# Typo on Visa Application Form



## KiwiBee (Jul 30, 2014)

This is going to sound really dumb, but I misspelt my mother's middle name on my visa application form. The form is for an ancestry visa and it has already been confirmed and submitted. My appointment is Friday.

How can I correct the mistake? It is a small typo, there is just a letter missing at the end).

I have already printed the form off.

Thank you!


----------



## Joppa (Sep 7, 2009)

Make a manual correction on the printed-out form and attach a note pointing it out.


----------



## Katrine6 (Aug 7, 2014)

Joppa said:


> Make a manual correction on the printed-out form and attach a note pointing it out.


How this is useful?


----------



## WestCoastCanadianGirl (Mar 17, 2012)

Katrine6 said:


> How this is useful?


The ECO will be looking at the paper application, so any corrections required will be seen and noted. 

When I applied for my fiancée visa, I made a grievous error and forgot an entire line of my then fiancé's home address in one of the two sections that ask for it. It was completed correctly in the first part of the application but not in the second part. When I went over the print out before sending it in with my biometrics, I noticed the error and had a mini freak out. After calming down, I hand wrote in the missing information and put my initials beside the handwritten information so that the ECO would be aware that I am aware of the fact that something has been hand written in on the application.
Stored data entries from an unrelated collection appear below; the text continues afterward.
import { steelBoltDiameter } from "../connector/steel-bolt.js";
import type { Connector } from "../connector/registry.js";
import type { MemberCheck, WorkingLine } from "../schema/result.js";
import { rectArea, type Rect } from "../section/rectangles.js";
import type { PlacedPart } from "../section/section-model.js";
import { inJobUnits } from "../units/format.js";
import { exceeds } from "../units/limits.js";
import { columnCheck, step, type Axis, type ColumnDesign, type ColumnJob, type ColumnJointDemand, type ColumnRule, closestBuildable, designStart } from "./column-rules.js";
import { aiscFlexuralTorsional, doubleAngleSection } from "./double-angle.js";
import { aiscBuiltUpColumn, type AiscBuiltUpColumn, type BuiltUpComponents, type IntermediateConnection } from "./steel-built-up.js";
import { aiscH1Interaction } from "./steel-interaction.js";

/** Flexure: φ_b = 0.90 (LRFD), Ω_b = 1.67 (ASD), AISC 360-16 §F1. */
const PHI_B = 0.9;
const OMEGA_B = 1.67;
/** G = 11,200 ksi for E = 29,000 ksi (AISC 360-16, Symbols [M]), scaled with the part's E. */
const G_OVER_E = 11_200 / 29_000;

/** Area, centroid and second moments (about the centroid) of a set of rectangles, mm. */
export function rectGeometry(rects: Rect[]) {
  const A = rects.reduce((s, r) => s + rectArea(r), 0);
  const xc = rects.reduce((s, r) => s + (rectArea(r) * (r.x0 + r.x1)) / 2, 0) / A;
  const yc = rects.reduce((s, r) => s + (rectArea(r) * (r.y0 + r.y1)) / 2, 0) / A;
  let Ix = 0;
  let Iy = 0;
  let Ixy = 0;
  for (const r of rects) {
    const b = r.x1 - r.x0;
    const h = r.y1 - r.y0;
    const dx = (r.x0 + r.x1) / 2 - xc;
    const dy = (r.y0 + r.y1) / 2 - yc;
    Ix += (b * h ** 3) / 12 + b * h * dy * dy;
    Iy += (h * b ** 3) / 12 + b * h * dx * dx;
    Ixy += b * h * dx * dy;
  }
  // Least principal second moment: (I_x + I_y)/2 − √(((I_x − I_y)/2)² + I_xy²).
  const Imin = (Ix + Iy) / 2 - Math.sqrt(((Ix - Iy) / 2) ** 2 + Ixy ** 2);
  return { A, xc, yc, Ix, Iy, Ixy, Imin };
}

/** Plastic section modulus about a horizontal axis: the equal-area line, then Σ A·|y − y_p|, mm³. */
export function plasticModulusX(rects: Rect[]): number {
  const A = rects.reduce((s, r) => s + rectArea(r), 0);
  const below = (y: number) => rects.reduce((s, r) => s + (r.x1 - r.x0) * Math.max(0, Math.min(r.y1, y) - r.y0), 0);
  let lo = Math.min(...rects.map((r) => r.y0));
  let hi = Math.max(...rects.map((r) => r.y1));
  for (let i = 0; i < 200 && hi - lo > 1e-12 * (1 + Math.abs(hi)); i++) {
    const mid = (lo + hi) / 2;
    if (below(mid) < A / 2) lo = mid;
    else hi = mid;
  }
  const yp = (lo + hi) / 2;
  let Z = 0;
  for (const r of rects) {
    const b = r.x1 - r.x0;
    // ∫ |y − y_p| b dy over the rectangle's parts below and above the equal-area line.
    const top = Math.min(r.y1, yp);
    if (top > r.y0) Z += (b * ((yp - r.y0) ** 2 - (yp - top) ** 2)) / 2;
    const bottom = Math.max(r.y0, yp);
    if (r.y1 > bottom) Z += (b * ((r.y1 - yp) ** 2 - (bottom - yp) ** 2)) / 2;
  }
  return Z;
}

const isAiscBolt = (c: Connector) => c.kind === "steel-bolt" && c.standard === "AISC-360-16";

/** Snug-tight bolts (eq. E6-1) unless slip-critical, which are pretensioned (E6-2); the least favourable over the joints. */
function connectionOf(c: ColumnJob): IntermediateConnection {
  return c.joints.every((j) => j.connector.kind === "steel-bolt" && j.connector.slipCritical !== "no") ? "pretensioned bolts" : "snug-tight bolts";
}

function componentsOf(parts: PlacedPart[], c: ColumnJob): BuiltUpComponents {
  const types = parts.map((p) => c.job.parts.find((q) => q.id === p.id)!.shape.type);
  if (types.every((t) => t === "angle")) return "angles back to back";
  if (types.every((t) => t === "channel")) return "channels back to back";
  return "other";
}

/** Two equal angles, backs facing (mirror images), the gap between the backs: the double angle of double-angle.ts. */
function doubleAngleOf(parts: PlacedPart[], c: ColumnJob) {
  if (parts.length !== 2) return null;
  const shapes = parts.map((p) => c.job.parts.find((q) => q.id === p.id)!.shape);
  const [a, b] = shapes;
  if (a?.type !== "angle" || b?.type !== "angle" || a.d !== b.d || a.b !== b.b || a.t !== b.t) return null;
  const [l, r] = parts[0]!.rects[0]!.x0 <= parts[1]!.rects[0]!.x0 ? [0, 1] : [1, 0];
  const left = shapes[l] as typeof a;
  const right = shapes[r] as typeof a;
  if (!left.heel.endsWith("right") || !right.heel.endsWith("left") || left.heel.startsWith("top") !== right.heel.startsWith("top")) return null;
  // The vertical legs are the backs: rects[0] of an angle is its vertical leg.
  const gap = parts[r]!.rects[0]!.x0 - parts[l]!.rects[0]!.x1;
  const level = Math.abs(parts[0]!.rects[0]!.y0 - parts[1]!.rects[0]!.y0) <= 1e-6 * (1 + a.d);
  if (!(gap >= 0) || !level) return null;
  return { angle: { backLeg: a.d, outstandingLeg: a.b, thickness: a.t }, gap };
}
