export const Schedule = z.object({
  /** design: zones chosen by stitchplan · check: the schedule given in the job, checked. */
  mode: z.enum(["design", "check"]),
  joint: z.string(),
  connector: z.string(),
  connectorLabel: z.string(),
  rows: z.number().int(),
  lineCount: z.number().int(),
  resistance: z.array(ConnectorResistanceResult),
  limits: z.object({
    minSpacing: q("length"),
    maxSpacing: q("length"),
    endDistance: q("length"),
    module: q("length").nullable(),
    preferred: z.array(q("length")).nullable(),
    minZoneLength: q("length"),
    /** Least distance from a connector to an edge of a joined part, across the line. */
    edgeDistance: q("length").nullable().optional(),
    /** Least spacing of the connectors of one row, across the line. */
    rowSpacing: q("length").nullable().optional(),
    /** Penetration into the point-side member: least allowed and provided. */
    penetration: z.object({ required: q("length"), provided: q("length") }).nullable().optional(),
    sources: z.array(z.string()),
  }),
  zones: z.array(Zone),
  /** Positions of the rows along the member, from the left end; the same on every line. */
  positions: z.array(q("span")),
  count: z.number().int(),
  efficiency: z.object({
    /** Fewest connectors any schedule within the maximum spacing can have: ∫ max(max over combinations of q/R, n/s_max) dx, all lines. */
    lowerBound: z.number(),
    /** ∫ max over combinations of q/R dx, all lines (no spacing limit). */
    demandIntegral: z.number(),
    uniformSpacing: q("length").nullable(),
    uniformCount: z.number().int().nullable(),
    countOverLowerBound: z.number().nullable(),
    uniformOverCount: z.number().nullable(),
  }),
  verification: z.object({
    maxUtilisation: z.number(),
    at: q("span"),
    combination: z.string(),
    passes: z.boolean(),
    method: z.string(),
  }),
  /** The worst row under each combination on its own. */
  perCombination: z.array(z.object({ combination: z.string(), maxUtilisation: z.number(), at: q("span") })),
  /**
   * The connectors of one row side by side across the narrowest contact line: the width they need (two edge
   * distances and the spacings between them) and the width the line has. Absent when the connector gives
   * neither an edge distance nor, with more than one per row, a spacing across.
   */
  rowFit: z.object({ needed: q("length"), available: q("length"), between: z.tuple([z.string(), z.string()]), fits: z.boolean() }).nullable().optional(),
  /**
   * Where a row's connectors sit across the contact line, for the field sheet: offsets from a named edge
   * (one per connector of a row, increasing), the stagger along the member between alternate connectors
   * of successive rows (null when they stand in line) and the face they are driven from (null when either
   * face will do, as for a through bolt). Absent where the schedule has no discrete connectors to lay out.
   */
  layoutAcross: z
    .object({
      edge: z.string(),
      offsets: z.array(q("length")),
      stagger: q("length").nullable(),
      drivenFrom: z.string().nullable(),
    })
    .nullable()
    .optional(),
  /** Check mode: spacings of the given schedule outside the detailing limits. */
  detailingProblems: z.array(z.string()),
  passes: z.boolean(),
  infeasible: z
    .object({
      where: z.array(z.object({ from: q("span"), to: q("span") })),
      smallestRequired: q("length"),
      minSpacing: q("length"),
      /** What fails, where the flow alone would allow the minimum spacing (the end row's reach, a row where zones meet). */
      reason: z.string().optional(),
      options: z.array(z.string()),
      /** The remedies offered, each designed again with the change and passing: what changes and the utilisation it reaches. */
      remedies: z
        .array(
          z.object({
            change: z.enum(["rows", "size", "resistance"]),
            rows: z.number().int().optional(),
            size: z.string().optional(),
            resistanceFactor: z.number().optional(),
            utilisation: z.number(),
            count: z.number().int(),
          }),
        )
        .optional(),
    })
    .nullable(),
  /** Envelope of shear flow per line and required spacing at the beam stations. */
  shearFlow: z.array(q("shearFlow")),
  requiredSpacing: z.array(q("length").nullable()),
});
export type Schedule = z.infer<typeof Schedule>;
The online submission aspect application is more for record keeping purposes - i.e. the date and time that application was submitted and paid for etc. will have been recorded for specific time limit matters (get biometrics completed and submitted) and other issues that require an exact time stamp record of submission on the application for events like a significant rule change [think the July 9, 2012 policy overhaul] or the stale dating of pay slips and bank statements etc [28 day rule]. With the timestamp in place, the Home Office will know on which side of the change the application was lodged and adjudicate the application appropriately... let's say that you had successfully lodged your application on July 8, 2012 (before the rule change) and met all of the requirements that were in place on July 8 but your application wasn't looked at until August 15, you would definitely want the ECO to look at your application under the July 8 rules instead of the current rules that are in place... the only way to prove that you got in for July 8 would be the the timestamp on your application, and that's what submitting it electronically does for you.


----------



## Katrine6 (Aug 7, 2014)

WestCoastCanadianGirl said:


> The ECO will be looking at the paper application, so any corrections required will be seen and noted.
> 
> When I applied for my fiancée visa, I made a grievous error and forgot an entire line of my then fiancé's home address in one of the two sections that ask for it. It was completed correctly in the first part of the application but not in the second part. When I went over the print out before sending it in with my biometrics, I noticed the error and had a mini freak out. After calming down, I hand wrote in the missing information and put my initials beside the handwritten information so that the ECO would be aware that I am aware of the fact that something has been hand written in on the application.
> 
> The online submission aspect application is more for record keeping purposes - i.e. the date and time that application was submitted and paid for etc. will have been recorded for specific time limit matters (get biometrics completed and submitted) and other issues that require an exact time stamp record of submission on the application for events like a significant rule change [think the July 9, 2012 policy overhaul] or the stale dating of pay slips and bank statements etc [28 day rule]. With the timestamp in place, the Home Office will know on which side of the change the application was lodged and adjudicate the application appropriately... let's say that you had successfully lodged your application on July 8, 2012 (before the rule change) and met all of the requirements that were in place on July 8 but your application wasn't looked at until August 15, you would definitely want the ECO to look at your application under the July 8 rules instead of the current rules that are in place... the only way to prove that you got in for July 8 would be the the timestamp on your application, and that's what submitting it electronically does for you.


Thank you for the explanation, now it's clear for me. :thumb:


----------